In a series of emails, I asked Jim Noyd (Noyd Communications), Vivid's knowledgeable and communicative PR associate, the following questions about how the new S12 was conceived and executed. His answers have been edited for brevity.

Herb Reichert: Who designed the Vivid Audio Kaya S12?

Jim Noyd: Laurence Dickie designed the acoustically significant parts such as disposition of the drivers and the shape of the shallow waveguide around the tweeter. The rest of the form was handled by industrial designers Matt Longbottom and Christoph Hermann. The stand was the result of cooperation between Laurence Dickie and industrial designer Matt Longbottom. Matt wanted straight lines; Dickie wanted to add curvature.

Reichert: Where are Kaya's drivers manufactured, and by whom?

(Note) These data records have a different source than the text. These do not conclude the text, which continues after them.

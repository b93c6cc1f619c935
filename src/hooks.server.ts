import { building } from '$app/environment';
import type { Handle, HandleServerError, ServerInit } from '@sveltejs/kit';
import { sequence } from '@sveltejs/kit/hooks';
import { ensureFirstAdmin } from '$lib/server/auth/bootstrap';
import { readSession } from '$lib/server/auth/session';
import { closeDatabase, openDatabase } from '$lib/server/db';
import { DataDirLockedError } from '$lib/server/db/lock';
import { checkEnvironment } from '$lib/server/env';
import { startMail, stopMail } from '$lib/server/mail/service';
import { fakeMode, startFakeStripe, stopFakeStripe } from '$lib/server/payments/fake';
import { startJourneyScheduler, stopJourneyScheduler } from '$lib/server/journeys/scheduler';
import { startStoryScheduler, stopStoryScheduler } from '$lib/server/newsroom/scheduler';
import { deliverDueGiftNotices } from '$lib/server/adoptions/gifts';
import { startLoop, stopLoop } from '$lib/server/loop';
import { fanOutPending } from '$lib/server/updates/fanout';
import { sameOriginForms } from '$lib/server/csrf';
import { forgetPublicReadsAfterWrites } from '$lib/server/public-cache';
import { cachePublicAnswers } from '$lib/server/public-answers';
import { securityHeaders } from '$lib/server/security-headers';
import { compressResponses } from '$lib/server/compression';
import { refuseUnreadableRequests } from '$lib/server/request-guard';
import { log, logRequests } from '$lib/server/log';

export const init: ServerInit = async () => {
	if (building) return;
	const env = checkEnvironment();
	if (!env.ok) {
		console.error(env.message);
		process.exit(1);
	}
	try {
		await openDatabase();
	} catch (error) {
		if (error instanceof DataDirLockedError) {
			console.error(error.message);
			process.exit(1);
		}
		throw error;
	}
	const mail = await startMail();
	if (fakeMode()) {
		// No real payment key: the local test payment service answers the SDK instead.
		const { appOrigin } = await import('$lib/server/config');
		await startFakeStripe({
			dataDir: process.env.DATA_DIR ?? './data/tideward',
			origin: appOrigin(),
			webhookUrl: `${appOrigin()}/api/webhooks/stripe`
		});
	}
	startStoryScheduler();
	await ensureFirstAdmin();
	if (process.env.TIDEWARD_DEMO === '1') {
		const { ensureDemoData, printDemoBanner } = await import('$lib/server/demo');
		const state = await ensureDemoData();
		if (fakeMode()) {
			// A few adoptions paid through the test payment service (its events arrive once the
			// server listens).
			const { ensureDemoAdoptions } = await import('$lib/server/demo-adoptions');
			await ensureDemoAdoptions();
		}
		printDemoBanner(state, process.env.DATA_DIR ?? './data/tideward', mail.catcherPort);
	}
	startJourneyScheduler();
	// Gift notices wait for their delivery date (checked every 5 minutes by default).
	startLoop(
		'gift notices',
		() => deliverDueGiftNotices(),
		Number(process.env.GIFT_NOTICES_MS ?? 300_000),
		{
			runNow: true
		}
	);
	// Supporter updates: patient events fanned out to their adopters through the outbox.
	startLoop(
		'supporter updates',
		() => fanOutPending(),
		Number(process.env.SUPPORTER_UPDATES_MS ?? 30_000),
		{ runNow: true }
	);
	process.once('sveltekit:shutdown', () => {
		void Promise.allSettled([
			stopMail(),
			stopStoryScheduler(),
			stopJourneyScheduler(),
			stopLoop('gift notices'),
			stopLoop('supporter updates'),
			stopFakeStripe()
		]).finally(() => closeDatabase());
	});
};

const session: Handle = async ({ event, resolve }) => {
	const { user, session } = await readSession(event.cookies, event.url);
	event.locals.user = user;
	event.locals.session = session;
	return resolve(event);
};

// The web fonts of the first screen (src/fonts.css) load with the stylesheet, not after it, so
// that they are usually in before the first paint: no swap, no layout shift.
const preloadFonts: Handle = ({ event, resolve }) =>
	resolve(event, { preload: ({ type }) => type === 'js' || type === 'css' || type === 'font' });

// A NUL in the address or an address over 8 KB is refused before any step (the session lookup
// included) takes its values to the database.
export const handle = sequence(
	logRequests,
	// Outside every other step, so that it compresses the answer they have finished.
	compressResponses,
	// Around every later step, so that every answer has them, refused form posts included.
	securityHeaders,
	refuseUnreadableRequests,
	sameOriginForms,
	forgetPublicReadsAfterWrites,
	cachePublicAnswers,
	session,
	preloadFonts
);

export const handleError: HandleServerError = ({ error, event, status }) => {
	if (status >= 500) log().error({ err: error, status, route: event.route.id }, 'request failed');
	return {
		message: status >= 500 ? 'Something went wrong on our side. Please try again.' : 'Not found.'
	};
};
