import { beforeAll, describe, expect, it } from 'vitest';
import {
	media,
	patientPhotos,
	patients,
	stories,
	storyPatients,
	STORY_STATUSES
} from '$lib/server/db/schema';
import { listPublicPatients } from '$lib/server/patients';
import { getPublishedStory, listPublishedStories } from '$lib/server/stories';
import { GET as storiesApi } from '../../src/routes/api/stories/+server';
import { load as patientPage } from '../../src/routes/patients/[slug]/+page.server';
import { GET as sitemap } from '../../src/routes/sitemap.xml/+server';
import { GET as atomFeed } from '../../src/routes/stories/feed.xml/+server';
import { GET as rssFeed } from '../../src/routes/stories/rss.xml/+server';
import { load as storyPage } from '../../src/routes/stories/[slug]/+page.server';
import { load as storiesPage } from '../../src/routes/stories/+page.server';
import { GET as storyCard } from '../../src/routes/og/stories/[slug].png/+server';
import { useTestDatabase } from '../setup/test-db';
import { loadStatus, publicEvent } from './public-event';

process.env.ORIGIN = 'https://tideward.test';
const db = useTestDatabase();

const HIDDEN_NAME = 'Sombra';

beforeAll(async () => {
	await db()
		.insert(patients)
		.values([
			{
				id: 'p-ola',
				slug: 'ola',
				name: 'Ola',
				species: 'loggerhead',
				lifeStage: 'juvenile',
				admittedOn: '2026-01-10',
				admissionReason: 'boat_strike',
				status: 'in_rehabilitation'
			},
			{
				id: 'p-sombra',
				slug: 'sombra',
				name: HIDDEN_NAME,
				species: 'green',
				lifeStage: 'juvenile',
				admittedOn: '2026-01-12',
				admissionReason: 'other',
				status: 'admitted',
				publicTreatment: 'hidden'
			}
		]);
	await db()
		.insert(media)
		.values([
			{ id: 'm-hero', alt: 'Ola in the deep pool', width: 2000, height: 1500 },
			{ id: 'm-small', alt: 'Ola at the scales', width: 600, height: 400 }
		]);
	await db()
		.insert(patientPhotos)
		.values([
			{ patientId: 'p-ola', mediaId: 'm-small', position: 1, caption: 'Weigh-in day' },
			{ patientId: 'p-ola', mediaId: 'm-hero', position: 0 }
		]);
	// One story in every status, each linked to both patients; only the published one is public.
	await db()
		.insert(stories)
		.values(
			STORY_STATUSES.map((status, i) => ({
				id: `s-${status}`,
				slug: `story-${status.replace('_', '-')}`,
				title: `Story that is ${status}`,
				kind: 'progress' as const,
				status,
				summary: `Summary ${status}`,
				bodyMarkdown: `SOURCE-${status}`,
				bodyHtml: `<p>Body of the ${status} story <a href="/patients/ola">Ola</a></p>`,
				heroMediaId: status === 'published' ? 'm-hero' : null,
				publishAt: status === 'scheduled' ? new Date('2026-01-01T00:00:00Z') : null,
				publishedAt: ['published', 'archived'].includes(status)
					? new Date(Date.UTC(2026, 1, 1 + i))
					: null
			}))
		);
	await db()
		.insert(stories)
		.values({
			id: 's-older',
			slug: 'older-news',
			title: 'Older news',
			kind: 'general',
			status: 'published',
			bodyHtml: '<p>Old</p>',
			publishedAt: new Date('2025-12-01T00:00:00Z')
		});
	await db()
		.insert(storyPatients)
		.values(
			STORY_STATUSES.flatMap((status) => [
				{ storyId: `s-${status}`, patientId: 'p-ola' },
				{ storyId: `s-${status}`, patientId: 'p-sombra' }
			])
		);
});

const UNPUBLISHED = STORY_STATUSES.filter((s) => s !== 'published');
const markers = (status: string) => [
	`story-${status.replace('_', '-')}`,
	`Story that is ${status}`,
	`Body of the ${status}`,
	`Summary ${status}`
];

function expectOnlyPublished(text: string) {
	expect(text).toContain('story-published');
	for (const status of UNPUBLISHED) {
		for (const marker of markers(status))
			expect(text, `${status}: ${marker}`).not.toContain(marker);
	}
	expect(text).not.toContain('SOURCE-');
}

describe('published stories only', () => {
	it('lists only published stories, newest first, and filters by kind and date', async () => {
		expect((await listPublishedStories({}, db())).map((s) => s.slug)).toEqual([
			'story-published',
			'older-news'
		]);
		expect((await listPublishedStories({ kind: 'general' }, db())).map((s) => s.slug)).toEqual([
			'older-news'
		]);
		expect(
			(await listPublishedStories({ before: new Date('2026-01-01T00:00:00Z') }, db())).map(
				(s) => s.slug
			)
		).toEqual(['older-news']);
		expect((await listPublishedStories({ limit: 1 }, db())).map((s) => s.slug)).toEqual([
			'story-published'
		]);
	});

	it('finds a story by slug only while it is published', async () => {
		expect(await getPublishedStory('story-published', db())).toMatchObject({
			title: 'Story that is published',
			bodyHtml: expect.stringContaining('Body of the published story')
		});
		for (const status of UNPUBLISHED) {
			expect(await getPublishedStory(`story-${status.replace('_', '-')}`, db())).toBeNull();
		}
	});

	it("never links or names a hidden patient, and lists no story by the hidden patient's slug", async () => {
		const [story] = await listPublishedStories({ patientSlug: 'ola' }, db());
		expect(story.patients).toEqual([{ slug: 'ola', name: 'Ola', species: 'loggerhead' }]);
		expect(await listPublishedStories({ patientSlug: 'sombra' }, db())).toEqual([]);
	});

	it('gives the hero photo from the media store with its alt text and stored widths', async () => {
		const story = await getPublishedStory('story-published', db());
		expect(story?.hero).toEqual({
			src: '/media/m-hero/960.webp',
			srcset:
				'/media/m-hero/480.webp 480w, /media/m-hero/960.webp 960w, /media/m-hero/1600.webp 1600w',
			alt: 'Ola in the deep pool'
		});
	});

	it('the JSON API', async () => {
		const response = (await storiesApi(publicEvent('/api/stories'))) as Response;
		expectOnlyPublished(await response.text());
		const forPatient = (await storiesApi(publicEvent('/api/stories?patient=ola'))) as Response;
		const text = await forPatient.text();
		expectOnlyPublished(text);
		expect(text).not.toContain(HIDDEN_NAME);
	});

	it('the Atom and RSS feeds, with absolute links and the sanitized body', async () => {
		for (const handler of [atomFeed, rssFeed]) {
			const response = (await handler(publicEvent('/stories/feed.xml'))) as Response;
			expect(response.status).toBe(200);
			const xml = await response.text();
			expectOnlyPublished(xml);
			expect(xml).toContain('https://tideward.test/stories/story-published');
			expect(xml).toContain('https://tideward.test/patients/ola');
			expect(xml).toContain('https://tideward.test/media/m-hero/960.webp');
			expect(xml).not.toContain(HIDDEN_NAME);
		}
		const atom = await ((await atomFeed(publicEvent('/stories/feed.xml'))) as Response).text();
		expect(atom).toMatch(/^<\?xml[^>]*\?>\s*<feed xmlns="http:\/\/www\.w3\.org\/2005\/Atom"/);
		const rss = (await rssFeed(publicEvent('/stories/rss.xml'))) as Response;
		expect(rss.headers.get('content-type')).toMatch(/^application\/rss\+xml/);
		expect(await rss.text()).toMatch(/<rss version="2\.0"/);
	});

	it('the sitemap', async () => {
		const response = (await sitemap(publicEvent('/sitemap.xml'))) as Response;
		const xml = await response.text();
		expectOnlyPublished(xml);
		for (const path of ['/', '/patients', '/patients/ola', '/stories', '/stranded']) {
			expect(xml).toContain(`<loc>https://tideward.test${path}</loc>`);
		}
		expect(xml).toContain('<loc>https://tideward.test/stories/older-news</loc>');
		expect(xml).not.toContain('/patients/sombra');
	});

	it('the pages and share images', async () => {
		const list = await storiesPage(publicEvent('/stories'));
		expectOnlyPublished(JSON.stringify(list));
		const profile = await patientPage(publicEvent('/patients/ola', { slug: 'ola' }));
		expectOnlyPublished(JSON.stringify(profile));
		const page = await storyPage(
			publicEvent('/stories/story-published', { slug: 'story-published' })
		);
		expect(JSON.stringify(page)).not.toContain(HIDDEN_NAME);
		for (const status of UNPUBLISHED) {
			const slug = `story-${status.replace('_', '-')}`;
			expect(await loadStatus(() => storyPage(publicEvent(`/stories/${slug}`, { slug })))).toBe(
				404
			);
			expect(
				await loadStatus(() => storyCard(publicEvent(`/og/stories/${slug}.png`, { slug })))
			).toBe(404);
		}
	});

	it('builds the story page head from the public origin', async () => {
		const page = (await storyPage(
			publicEvent('/stories/story-published', { slug: 'story-published' })
		)) as { canonical: string; shareImage: string };
		expect(page.canonical).toBe('https://tideward.test/stories/story-published');
		expect(page.shareImage).toBe('https://tideward.test/og/stories/story-published.png');
	});
});

describe('patient photos', () => {
	it('puts the first gallery photo on the card when staff chose no hero', async () => {
		const [card] = await listPublicPatients({ q: 'Ola' }, db());
		expect(card.photo).toMatchObject({
			src: '/media/m-hero/960.webp',
			alt: 'Ola in the deep pool'
		});
	});

	it('gives the gallery in order, with only the widths that were stored', async () => {
		const data = (await patientPage(publicEvent('/patients/ola', { slug: 'ola' }))) as {
			patient: { photos: unknown[] };
		};
		expect(data.patient.photos).toEqual([
			expect.objectContaining({ src: '/media/m-hero/960.webp', width: 2000, caption: null }),
			expect.objectContaining({
				src: '/media/m-small/480.webp',
				srcset: '/media/m-small/480.webp 480w',
				alt: 'Ola at the scales',
				caption: 'Weigh-in day'
			})
		]);
	});
});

Noyd: The D26 tweeters are built in Durban, South Africa, using locally sourced parts in conjunction with Chinese magnets, UK-made domes, and Far Eastern voice-coils. The C100L mid/bass driver is entirely made in the UK with just the magnets imported from China, and Far Eastern voice-coils.

Reichert: What type of magnets are used?

Noyd: The magnets are high-energy, rare-earth neodymium-iron-boron. They are disposed as a cylindrical shell about the voice-coil to reduce local induction and linearize the gap flux.

Reichert: Can you explain what the "tapered tube port" is engineered to accomplish?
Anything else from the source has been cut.